## YOUR INSTRUCTIONS
Set down the data that follows, exactly and completely.

(Stored data entries)
####################

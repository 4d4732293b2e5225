import { defineConfig } from "drizzle-kit";

export default defineConfig({
  dialect: "postgresql",
  schema: "./db/schema.ts",
  out: "./db/migrations",
  // drizzle-kit changes the schema, so it connects as the owner role, as the migration step does.
  dbCredentials: { url: process.env.MIGRATION_DATABASE_URL ?? process.env.DATABASE_URL ?? "postgres://bandgate_owner@127.0.0.1:54329/bandgate" },
});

####################

## SOLUTION FOR THIS EXERCISE
repository 4d4732293b2e5225
import { defineConfig } from "drizzle-kit";

export default defineConfig({
  dialect: "postgresql",
  schema: "./db/schema.ts",
  out: "./db/migrations",
  // drizzle-kit changes the schema, so it connects as the owner role, as the migration step does.
  dbCredentials: { url: process.env.MIGRATION_DATABASE_URL ?? process.env.DATABASE_URL ?? "postgres://bandgate_owner@127.0.0.1:54329/bandgate" },
});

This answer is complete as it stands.